Yasuo Kagawa was born in 1932. He graduated from the Medical School at the University of Tokyo in 1957, and after completing an internship at St. Luke’s Hospital, he received his PhD from the Graduate School of the University of Tokyo in 1962. He continued his bioenergetics research as a Fulbright scholar at the Public Health Research Institute of New York in 1963, as an assistant at the University of Tokyo in 1965, as a professor at Shinshu University in 1968, as a visiting professor of Biochemistry and Molecular Biology at Cornell University in 1970, and, since 1972, as a professor at Jichi

Medical School (JMS), where his studies on F1Fo ATP synthase have garnered international attention.
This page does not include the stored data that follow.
/*
 * Copyright (c) 2026 Apertura contributors.
 * SPDX-License-Identifier: EPL-2.0
 */
package org.apertura.layout.tests.gds;

import static org.junit.jupiter.api.Assertions.assertEquals;
import static org.junit.jupiter.api.Assertions.assertThrows;
import static org.junit.jupiter.api.Assertions.assertTrue;

import java.io.ByteArrayInputStream;
import java.io.IOException;
import java.nio.file.Files;
import java.util.Arrays;

import org.apertura.layout.PointList;
import org.apertura.layout.flatten.FlattenOptions;
import org.apertura.layout.flatten.Flattener;
import org.apertura.layout.gds.GdsFormatException;
import org.apertura.layout.gds.GdsReadResult;
import org.apertura.layout.gds.GdsReader;
import org.apertura.layout.hierarchy.LayoutHierarchyException;
import org.apertura.layout.model.Boundary;
import org.apertura.layout.model.Cell;
import org.apertura.layout.model.CellReference;
import org.apertura.layout.model.LayoutFactory;
import org.apertura.layout.stream.GdsStreamReader;
import org.apertura.layout.stream.StreamFlattener;
import org.apertura.layout.stream.StreamLayout;
import org.apertura.layout.tests.TestData;
import org.apertura.layout.tests.stream.StreamEquivalence;
import org.junit.jupiter.api.Test;
import org.junit.jupiter.params.ParameterizedTest;
import org.junit.jupiter.params.provider.ValueSource;

/**
 * Bad input gives a clear exception naming the byte offset or the cell and the problem, never a
 * hang, a stack overflow or an out-of-memory. Record layout per the GDS II Stream Format Manual 6.0.
 * Every rejected file is also given to the streaming reader, which must throw the same exception
 * (file, byte offset, problem); hierarchy errors are checked on the streaming flattener too.
 */
class BadInputTest {

    /** Both the EMF reader and the streaming reader reject the bytes with the same file, offset and problem. */
    private static GdsFormatException readFails(byte[] bytes) {
        return StreamEquivalence.bothFail(bytes, "bad.gds");
    }

    private static GdsReadResult read(byte[] bytes) throws IOException {
        return GdsReader.read(new ByteArrayInputStream(bytes), "bad.gds");
    }

    /** The streaming path flattens the top cell of the bytes with the same exception as the EMF path. */
    private static void streamFlattenFailsAlike(byte[] bytes, LayoutHierarchyException expected) throws IOException {
        StreamLayout layout = GdsStreamReader.read(bytes, "bad.gds");
        LayoutHierarchyException e = assertThrows(LayoutHierarchyException.class,
                () -> StreamFlattener.flatten(layout, layout.topCells().get(0)));
        assertEquals(expected.getMessage(), e.getMessage());
    }

    @ParameterizedTest(name = "cut after {0} bytes")
    @ValueSource(ints = {0, 1, 3, 5, 100, 1001, 2000, 3631})
    void truncatedFile(int length) throws IOException {
        byte[] whole = Files.readAllBytes(TestData.file("sky130_fd_sc_hd/sky130_fd_sc_hd__inv_1.gds"));
        GdsFormatException e = readFails(Arrays.copyOf(whole, length));
        assertTrue(e.getMessage().startsWith("bad.gds: byte "), e.getMessage());
        assertTrue(e.offset() <= length);
        assertTrue(e.problem().contains("ends") || e.problem().contains("empty"), e.problem());
    }

    @Test
    void recordLengthBelowFour() {
        GdsBytes g = new GdsBytes().libraryStart("L");
        int at = g.size();
        g.hex("00 02 05 02");
        GdsFormatException e = readFails(g.bytes());
        assertEquals(at, e.offset());
        assertEquals("bad.gds: byte " + at + ": record length 2 is below the 4-byte header (record type BGNSTR)",
                e.getMessage());
    }

    @Test
    void oddRecordLength() {
        GdsBytes g = new GdsBytes().libraryStart("L");
        int at = g.size();
        g.hex("00 07 02 06 41 42 43 00");
        GdsFormatException e = readFails(g.bytes());
        assertEquals(at, e.offset());
        assertTrue(e.problem().contains("record length 7 is odd"), e.problem());
    }

    @Test
    void xyLengthNotAMultipleOfEight() {
        GdsBytes g = new GdsBytes().libraryStart("L").structure("S").empty(0x08).int16(0x0D, 2, 1).int16(0x0E, 2, 0);
        int at = g.size();
        g.int32(0x10, 0, 0, 5).empty(0x11).endStructure().endLibrary();
        GdsFormatException e = readFails(g.bytes());
        assertEquals(at, e.offset());
        assertEquals("XY record has 12 data bytes, not a multiple of 8 (record length 16)", e.problem());
    }

    @Test
    void referenceToAMissingCell() {
        GdsBytes g = new GdsBytes().libraryStart("L").structure("TOP").empty(0x0A);
        int at = g.size();
        g.ascii(0x12, "NOPE").int32(0x10, 0, 0).empty(0x11).endStructure().endLibrary();
        GdsFormatException e = readFails(g.bytes());
        assertEquals(at, e.offset(), "offset of the SNAME record");
        assertEquals("cell 'TOP' references missing cell 'NOPE'", e.problem());
    }

    @Test
    void cyclicReferencesInAFile() {
        GdsBytes g = new GdsBytes().libraryStart("L");
        g.structure("A").empty(0x0A).ascii(0x12, "B").int32(0x10, 0, 0).empty(0x11).endStructure();
        g.structure("B").empty(0x0A).ascii(0x12, "A").int32(0x10, 0, 0).empty(0x11).endStructure();
        g.endLibrary();
        GdsFormatException e = readFails(g.bytes());
        assertEquals("cyclic cell references: A/B/A", e.problem());
    }

    @Test
    void cyclicReferencesInAModel() {
        LayoutFactory f = LayoutFactory.eINSTANCE;
        Cell a = f.createCell();
        a.setName("A");
        Cell b = f.createCell();
        b.setName("B");
        CellReference ab = f.createCellReference();
        ab.setCell(b);
        a.getElements().add(ab);
        CellReference ba = f.createCellReference();
        ba.setCell(a);
        b.getElements().add(ba);
        LayoutHierarchyException e = assertThrows(LayoutHierarchyException.class, () -> Flattener.flatten(a));
        assertEquals("A/B/A: cyclic cell references", e.getMessage());
    }

    @Test
    void hierarchyDeeperThanTheBound() throws IOException {
        // a chain C0 -> C1 -> ... -> C9; bound 5
        Cell top = chain(10);
        LayoutHierarchyException e = assertThrows(LayoutHierarchyException.class,
                () -> Flattener.flatten(top, FlattenOptions.DEFAULTS.withMaxDepth(5)));
        assertEquals("C0/C1/C2/C3/C4/C5/...: hierarchy is 10 levels deep, more than the bound of 5", e.getMessage());
        // exactly at the bound is fine
        assertEquals(1, Flattener.flatten(top, FlattenOptions.DEFAULTS.withMaxDepth(10)).polygonCount());
    }

    @Test
    void veryLongChainInASmallFileNeitherOverflowsTheStackNorPasses() throws IOException {
        // 20,000 nested cells, about 1 MB: reading and the checks are iterative
        GdsBytes g = new GdsBytes().libraryStart("L");
        int n = 20_000;
        for (int i = 0; i < n - 1; i++) {
            g.structure("C" + i).empty(0x0A).ascii(0x12, "C" + (i + 1)).int32(0x10, 1, 0).empty(0x11).endStructure();
        }
        g.structure("C" + (n - 1)).boundary(1, 0, 0, 0, 1, 0, 1, 1, 0, 0).endStructure().endLibrary();
        GdsReadResult r = read(g.bytes());
        assertEquals(1, r.topCells().size());
        LayoutHierarchyException e = assertThrows(LayoutHierarchyException.class,
                () -> Flattener.flatten(r.topCells().get(0)));
        assertTrue(e.getMessage().contains("hierarchy is 20000 levels deep, more than the bound of 64"), e.getMessage());
        streamFlattenFailsAlike(g.bytes(), e);
    }

    @ParameterizedTest(name = "COLROW {0} x {1}")
    @org.junit.jupiter.params.provider.CsvSource({"0, 1", "1, 0", "-1, 2", "3, -32768"})
    void arrayCountsOfZeroOrNegative(int columns, int rows) {
        GdsBytes g = new GdsBytes().libraryStart("L").structure("LEAF").boundary(1, 0, 0, 0, 1, 0, 1, 1, 0, 0)
                .endStructure().structure("TOP").empty(0x0B).ascii(0x12, "LEAF");
        int at = g.size();
        g.int16(0x13, 2, columns, rows).int32(0x10, 0, 0, 10, 0, 0, 10).empty(0x11).endStructure().endLibrary();
        GdsFormatException e = readFails(g.bytes());
        assertEquals(at, e.offset());
        assertEquals("AREF with " + columns + " columns and " + rows + " rows (each must be 1 to 32767)", e.problem());
    }

    @Test
    void coordinatesOverflowing32BitsAfterTransform() throws IOException {
        // LEAF reaches x = 2,000,000,000; magnified by 2 it leaves the 32-bit range
        GdsBytes g = new GdsBytes().libraryStart("L")
                .structure("LEAF").boundary(1, 0, 0, 0, 2_000_000_000, 0, 2_000_000_000, 1, 0, 1, 0, 0).endStructure()
                .structure("TOP").empty(0x0A).ascii(0x12, "LEAF").int16(0x1A, 1, 0)
                .real8(0x1B, "41 20 00 00 00 00 00 00").int32(0x10, 0, 0).empty(0x11).endStructure().endLibrary();
        Cell top = read(g.bytes()).topCells().get(0);
        LayoutHierarchyException e = assertThrows(LayoutHierarchyException.class, () -> Flattener.flatten(top));
        assertEquals("TOP/LEAF: coordinate 4000000000 outside the 32-bit range after transformation", e.getMessage());
        streamFlattenFailsAlike(g.bytes(), e);
    }

    @Test
    void arrayOriginsOverflowing32Bits() throws IOException {
        GdsBytes g = new GdsBytes().libraryStart("L")
                .structure("LEAF").boundary(1, 0, 0, 0, 1, 0, 1, 1, 0, 0).endStructure()
                .structure("TOP").empty(0x0B).ascii(0x12, "LEAF").int16(0x13, 2, 3, 1)
                // 3 columns with pitch 3e8 from x = 1e9: columns at 1.0e9, 1.3e9, 1.6e9 (corner 1.9e9)
                .int32(0x10, 1_000_000_000, 0, 1_900_000_000, 0, 1_000_000_000, 10)
                .empty(0x11).endStructure().endLibrary();
        Cell top = read(g.bytes()).topCells().get(0);
        // on its own it fits; placed at x = 6e8 the third column starts at 2.2e9
        assertEquals(3, Flattener.flatten(top).polygonCount());
        Cell outer = LayoutFactory.eINSTANCE.createCell();
        outer.setName("OUTER");
        CellReference r = LayoutFactory.eINSTANCE.createCellReference();
        r.setCell(top);
        r.setX(600_000_000);
        outer.getElements().add(r);
        LayoutHierarchyException e = assertThrows(LayoutHierarchyException.class, () -> Flattener.flatten(outer));
        assertEquals("OUTER/TOP/LEAF: coordinate 2200000000 outside the 32-bit range after transformation",
                e.getMessage());
    }

    @Test
    void nestedHugeArraysFromASmallFileAreRejectedBeforeExpansion() throws IOException {
        // four levels of 32767 x 32767 arrays: about 1.3e36 placements from a file of a few hundred bytes
        GdsBytes g = new GdsBytes().libraryStart("L").structure("L0").boundary(1, 0, 0, 0, 1, 0, 1, 1, 0, 0).endStructure();
        for (int i = 1; i <= 4; i++) {
            g.structure("L" + i).empty(0x0B).ascii(0x12, "L" + (i - 1)).int16(0x13, 2, 32767, 32767)
                    .int32(0x10, 0, 0, 32767, 0, 0, 32767).empty(0x11).endStructure();
        }
        g.endLibrary();
        Cell top = read(g.bytes()).topCells().get(0);
        LayoutHierarchyException e = assertThrows(LayoutHierarchyException.class, () -> Flattener.flatten(top));
        assertEquals("L4: flattening would give more than 2^63 vertices and placements, more than the bound of 100000000",
                e.getMessage());
        streamFlattenFailsAlike(g.bytes(), e);
    }

    @Test
    void bigPolygonsArrayedFromASmallFileAreRejectedByVertexCount() throws IOException {
        // one 8,000-vertex boundary (64 kB) placed 1000 x 1000 times: 8e9 vertices from a 64 kB file
        int[] ring = new int[2 * 8000];
        for (int i = 0; i < 8000; i++) {
            ring[2 * i] = i;
            ring[2 * i + 1] = (i & 1) * 10;
        }
        ring[ring.length - 2] = 0;
        ring[ring.length - 1] = 0;
        GdsBytes g = new GdsBytes().libraryStart("L").structure("BIG").empty(0x08).int16(0x0D, 2, 1).int16(0x0E, 2, 0)
                .int32(0x10, ring).empty(0x11).endStructure()
                .structure("TOP").empty(0x0B).ascii(0x12, "BIG").int16(0x13, 2, 1000, 1000)
                .int32(0x10, 0, 0, 10_000_000, 0, 0, 20_000).empty(0x11).endStructure().endLibrary();
        Cell top = read(g.bytes()).topCells().get(0);
        LayoutHierarchyException e = assertThrows(LayoutHierarchyException.class, () -> Flattener.flatten(top));
        // (8000 vertices + 1 placement) x 1,000,000 instances
        assertEquals("TOP: flattening would give 8001000000 vertices and placements, more than the bound of 100000000",
                e.getMessage());
        streamFlattenFailsAlike(g.bytes(), e);
    }

    @Test
    void arraysOfEmptyCellsCountTowardsTheBound() throws IOException {
        LayoutFactory f = LayoutFactory.eINSTANCE;
        Cell empty = f.createCell();
        empty.setName("EMPTY");
        Cell top = f.createCell();
        top.setName("TOP");
        var a = f.createArrayReference();
        a.setCell(empty);
        a.setColumns(32767);
        a.setRows(32767);
        top.getElements().add(a);
        assertThrows(LayoutHierarchyException.class, () -> Flattener.flatten(top));
    }

    @Test
    void duplicateStructureName() {
        GdsBytes g = new GdsBytes().libraryStart("L");
        int first = g.size();
        g.structure("S").endStructure();
        int second = g.size();
        g.structure("S").endStructure().endLibrary();
        GdsFormatException e = readFails(g.bytes());
        assertEquals(second + 28, e.offset(), "offset of the second STRNAME, after the 28-byte BGNSTR");
        assertEquals("structure 'S' defined twice (first at byte " + first + ")", e.problem());
    }

    @Test
    void missingEndelAndWrongDataType() {
        GdsBytes g = new GdsBytes().libraryStart("L").structure("S").empty(0x08).int16(0x0D, 2, 1);
        int at = g.size();
        g.endStructure().endLibrary();
        GdsFormatException e = readFails(g.bytes());
        assertEquals(at, e.offset());
        assertEquals("ENDSTR before ENDEL of the BOUNDARY element started at byte " + (at - 10), e.problem());

        GdsBytes h = new GdsBytes().libraryStart("L").structure("S").empty(0x08);
        int at2 = h.size();
        h.int32(0x0D, 1).empty(0x11).endStructure().endLibrary();
        GdsFormatException e2 = readFails(h.bytes());
        assertEquals(at2, e2.offset());
        assertEquals("LAYER record has data type 3, expected 2 (INT16)", e2.problem());
    }

    @Test
    void notAGdsFileAtAll() {
        GdsFormatException e = readFails("%PDF-1.7 this is not a stream file".getBytes());
        assertEquals(0, e.offset());
    }

    @Test
    void degenerateShapesAreSkippedAndCounted() {
        LayoutFactory f = LayoutFactory.eINSTANCE;
        Cell c = f.createCell();
        c.setName("C");
        Boundary b = f.createBoundary();
        b.setPoints(PointList.of(0, 0, 5, 5, 0, 0));
        c.getElements().add(b);
        var result = Flattener.flatten(c);
        assertEquals(0, result.polygonCount());
        assertEquals(1, result.skippedShapes());
    }

    private static Cell chain(int n) {
        LayoutFactory f = LayoutFactory.eINSTANCE;
        Cell[] cells = new Cell[n];
        for (int i = n - 1; i >= 0; i--) {
            cells[i] = f.createCell();
            cells[i].setName("C" + i);
            if (i == n - 1) {
                Boundary b = f.createBoundary();
                b.setPoints(PointList.of(0, 0, 1, 0, 1, 1, 0, 0));
                cells[i].getElements().add(b);
            } else {
                CellReference r = f.createCellReference();
                r.setCell(cells[i + 1]);
                cells[i].getElements().add(r);
            }
        }
        return cells[0];
    }
}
After retiring in 1998, Dr. Kagawa was appointed Professor Emeritus at JMS and joined Kagawa Nutrition University (KNU) as a professor of Medical Chemistry. He became the vice president of KNU in 1999. He has also served as managing editor of several international journals, and was a committee member of the International Union of Biochemistry and Molecular Biology. Dr. Kagawa has received several awards, including the Medical Research Prize from the Japanese Medical Association in 1985, the Medal with Purple Ribbon in 1996, and the Order of the Sacred Treasure, Gold Rays with Neck Ribbon from the Government of Japan in 2006.